Summer is the season of the fire element bringing warmth, connection, intimacy, ripening, expansion, circulation. Fire also purifies, clearing out the what is no longer useful to be recycled into nutrients for soil and new growth. Indigenous peoples teach that there are ways to help the earth by setting contained fires to prevent the build up of understories that have become congested with overgrowth or that have lost their vitality. The nutrients from the ash feeds the earth and creates fertile soil while preventing natural fires from burning out of control.
I can see how this is also a metaphor for our own psycho-spiritual health internally.
As multitudes of fires burn out of control across the body of Gaia each summer, I can feel how she struggles to nourish all her children, even as we continue to harm her. I wonder about how our own bodies are responding as I take off my sandals and step into the salty water. What happens to the earth happens also in our bodies.

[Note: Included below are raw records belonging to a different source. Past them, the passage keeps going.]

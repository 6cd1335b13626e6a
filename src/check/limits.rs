//! Transitions against the motors' limits: speed, acceleration and deceleration, jerk, way of turning, the loop's seam.

use super::gather::Gather;
use super::transition_place;
use super::words::{above, law, limit, rpm, seconds, transition};
use crate::exact::{Rational, Speed, Ticks, Turns};
use crate::finding::{Code, Finding, Place, Severity};
use crate::motion::profile::{Limits, Profile, TOLERANCE};
use crate::plan::passage::{Aim, Passage};
use crate::plan::schedule::{self, ends};
use crate::plan::{LegKind, Plan};
use crate::rig::{Pair, Rotor, RotorId, Turning};
use crate::show::Transition;
use std::collections::BTreeMap;

/// One limit that a rotor breaks.
#[derive(Clone, Debug)]
struct Breach {
    code: Code,
    /// How many times the limit is needed.
    share: f64,
    /// `rotor b would need 7336 rpm/s, the limit is 6000 rpm/s`
    message: String,
    limit: Option<Place>,
}

/// Where a transition stands: kind, cue before, cue it leads to or leaves.
pub(super) type Spot = (LegKind, Option<u32>, u32);

/// What a passage needs, owned.
pub(super) struct Owned<'a> {
    from: Pair<Speed>,
    to: Pair<Speed>,
    aim: Aim,
    transition: &'a Transition,
}

/// Judges the transitions of a plan, each passage once where it can.
pub(super) struct Judge<'a> {
    plan: &'a Plan,
    /// Whether a passage fits at a duration whatever the pose before: then no play of it needs a look of its own.
    fits: BTreeMap<(Spot, bool, Ticks), bool>,
    shortest: BTreeMap<(Spot, bool), Option<Ticks>>,
}

impl<'a> Judge<'a> {
    pub(super) fn new(plan: &'a Plan) -> Self {
        Self {
            plan,
            fits: BTreeMap::new(),
            shortest: BTreeMap::new(),
        }
    }

    pub(super) fn check(&mut self, index: usize, no_way: bool, gather: &mut Gather) {
        let plan = self.plan;
        let Some(leg) = plan.legs.get(index) else {
            return;
        };
        let spot = (leg.kind, before(plan, index), leg.written);
        let closes = plan.closes(index);
        let known = (spot, closes, leg.ticks);
        if self.fits.get(&known) == Some(&true) {
            return;
        }
        let Some(owned) = owned(plan, spot, closes) else {
            return;
        };
        let fits = *self
            .fits
            .entry(known)
            .or_insert_with(|| owned.passage(plan).fits(leg.ticks));
        if fits {
            return;
        }
        let seam = closes && law_alone_fits(plan, &owned, leg.ticks);
        // A seam that is too short is one finding, whatever it breaks first.
        let most = if seam { 1 } else { usize::MAX };
        for breach in real(plan, index, no_way).into_iter().take(most) {
            let code = if seam { Code::LoopSeam } else { breach.code };
            let place = transition_place(plan, leg.kind, leg.written);
            let shortest = &mut self.shortest;
            gather.note(code, Severity::Error, place, || {
                let best = *shortest
                    .entry((spot, closes))
                    .or_insert_with(|| owned.passage(plan).shortest());
                let message = if seam {
                    format!("too short to close the loop: {}", breach.message)
                } else {
                    breach.message.clone()
                };
                Finding::new(code, place, message)
                    .also_at(breach.limit, "the limit")
                    .help_if(best.map(|ticks| hint(plan, leg.kind, owned.transition, ticks)))
            });
        }
    }
}

impl Owned<'_> {
    pub(super) fn passage<'b>(&'b self, plan: &'b Plan) -> Passage<'b> {
        Passage {
            rig: &plan.rig,
            law: &self.transition.law,
            from: &self.from,
            to: &self.to,
            aim: &self.aim,
        }
    }
}

/// The written cue before a transition; none for a run-up or a run-down.
pub(super) fn before(plan: &Plan, index: usize) -> Option<u32> {
    let leg = plan.legs.get(index)?;
    let before = plan.legs.get(index.checked_sub(1)?)?;
    (leg.kind != LegKind::RunDown).then_some(before.written)
}

/// The passage of a transition, owned; `None` where a cue of it is broken.
pub(super) fn owned(plan: &Plan, (kind, before, written): Spot, closes: bool) -> Option<Owned<'_>> {
    let speeds = plan.speeds.get(written as usize)?.as_ref()?;
    let (from, to) = ends(&plan.speeds, kind, before, written)?;
    Some(Owned {
        from,
        to,
        aim: schedule::aim(&plan.rig, speeds, kind, closes),
        transition: plan.transition_for(kind, written)?,
    })
}

/// `morph 3.058 s` is the shortest …
fn hint(plan: &Plan, kind: LegKind, what: &Transition, ticks: Ticks) -> String {
    let word = transition(kind);
    let time = seconds(&ticks.time(plan.tick()));
    let law = law(&what.law);
    let (name, whatever) = match kind {
        LegKind::RunUp => ("run-up", ""),
        LegKind::RunDown => ("run-down", " whatever the pose before"),
        _ => ("morph", " whatever the pose before"),
    };
    format!(
        "`{word} {time}` is the shortest {law} {name} that fits{whatever}; or write `{word} fastest`"
    )
}

/// What the planned motion of a leg breaks, the worse rotor for each limit.
fn real(plan: &Plan, index: usize, no_way: bool) -> Vec<Breach> {
    let mut found: Vec<Breach> = Vec::new();
    for id in RotorId::BOTH {
        let Some(one) = plan.move_of(index, id) else {
            continue;
        };
        let profile = Profile::of(&one, plan.tick());
        for breach in breaches(plan.rig.rotor(id), id, &profile, no_way) {
            match found.iter_mut().find(|known| known.code == breach.code) {
                Some(known) if known.share < breach.share => *known = breach,
                Some(_) => {}
                None => found.push(breach),
            }
        }
    }
    found
}

fn breaches(rotor: &Rotor, id: RotorId, profile: &Profile, no_way: bool) -> Vec<Breach> {
    let limits = Limits::of(rotor);
    let mut found = Vec::new();
    let mut add = |code, share: f64, need: f64, value: &Rational, unit: &str, limit_place| {
        found.push(Breach {
            code,
            share,
            message: format!(
                "rotor {} would need {} {unit}, the limit is {} {unit}",
                id.name(),
                above(need * 60.0, &rpm(value)),
                limit(&rpm(value))
            ),
            limit: limit_place,
        });
    };
    if !profile.within_speed(&limits) {
        let peak = profile.speed_peak();
        let top = &rotor.top_speed;
        add(
            Code::LimitSpeed,
            peak.value / limits.speed,
            peak.value,
            top.value.value(),
            "rpm",
            top.place,
        );
    }
    if !profile.within_acceleration(&limits) {
        let peak = profile.acceleration_peak(&limits);
        let stated = if peak.slowing {
            &rotor.deceleration
        } else {
            &rotor.acceleration
        };
        add(
            Code::LimitAcceleration,
            peak.share,
            peak.value,
            stated.value.value(),
            "rpm/s",
            stated.place,
        );
    }
    if let (false, Some(jerk)) = (profile.within_jerk(&limits), &rotor.jerk) {
        let peak = profile.jerk_peak();
        add(
            Code::LimitJerk,
            peak.value / limits.jerk,
            peak.value,
            jerk.value.value(),
            "rpm/s^2",
            jerk.place,
        );
    }
    let turning = rotor.turns.value;
    if turning != Turning::Both && (profile.turns_back(turning) || no_way) {
        let way = if turning == Turning::Forward {
            "forward"
        } else {
            "backward"
        };
        found.push(Breach {
            code: Code::TurnDirection,
            share: 1.0 + TOLERANCE,
            message: format!(
                "rotor {} would turn back on the way, it may only turn {way}",
                id.name()
            ),
            limit: rotor.turns.place,
        });
    }
    found
}

/// Whether the law without any correction keeps every limit: then only the correction is too much.
///
/// An `scurve` is taken with the share that it would have if there were nothing to correct.
fn law_alone_fits(plan: &Plan, owned: &Owned, ticks: Ticks) -> bool {
    let free = Aim::Free;
    let alone = Passage {
        aim: &free,
        ..owned.passage(plan)
    };
    let time = ticks.time(plan.tick());
    RotorId::BOTH.into_iter().all(|id| {
        let rotor = plan.rig.rotor(id);
        let ends = (owned.from.of(id), owned.to.of(id));
        let profile = Profile::new(&alone.shape(id, ticks), ends, &Turns::zero(), &time);
        profile.within(&Limits::of(rotor)) && !profile.turns_back(rotor.turns.value)
    })
}

/// The finding of a `fastest` that no duration makes fit: what is broken however long it takes.
pub(super) fn never_fits(plan: &Plan, kind: LegKind, before: Option<u32>, written: u32) -> Finding {
    let place = transition_place(plan, kind, written);
    let word = transition(kind);
    let spot = (kind, before, written);
    let breach = owned(plan, spot, kind == LegKind::LoopMorph).and_then(|owned| {
        let passage = owned.passage(plan);
        let longest = passage.longest();
        let shapes = passage.shapes(longest);
        let all = passage.worst(longest);
        let no_way = all.is_none();
        let all = all.unwrap_or_else(|| vec![Pair::each(|_| Turns::zero())]);
        all.iter().find_map(|pair| {
            RotorId::BOTH.into_iter().find_map(|id| {
                let time = longest.time(plan.tick());
                let ends = (owned.from.of(id), owned.to.of(id));
                let profile = Profile::new(shapes.of(id), ends, pair.of(id), &time);
                breaches(plan.rig.rotor(id), id, &profile, no_way)
                    .into_iter()
                    .next()
            })
        })
    });
    match breach {
        Some(breach) => Finding::new(
            breach.code,
            place,
            format!("no {word} fits, however long: {}", breach.message),
        )
        .also_at(breach.limit, "the limit"),
        None => Finding::new(
            Code::LimitAcceleration,
            place,
            format!("no {word} of up to thirty days fits the motors"),
        ),
    }
}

A warm, golden presence imbues the water’s edge and wraps itself around my ankles, saturating my being. Two bald eagles circle silently overhead and I spread my arms to soar with them as my feet follow their circular patterns. My heart flows out to eagle, sky, sea, earth of its own accord. It is mutual. I am deeply humbled and share my gratitude, taking it with me as shards of swirling thoughts gather within and begin to center and re-form.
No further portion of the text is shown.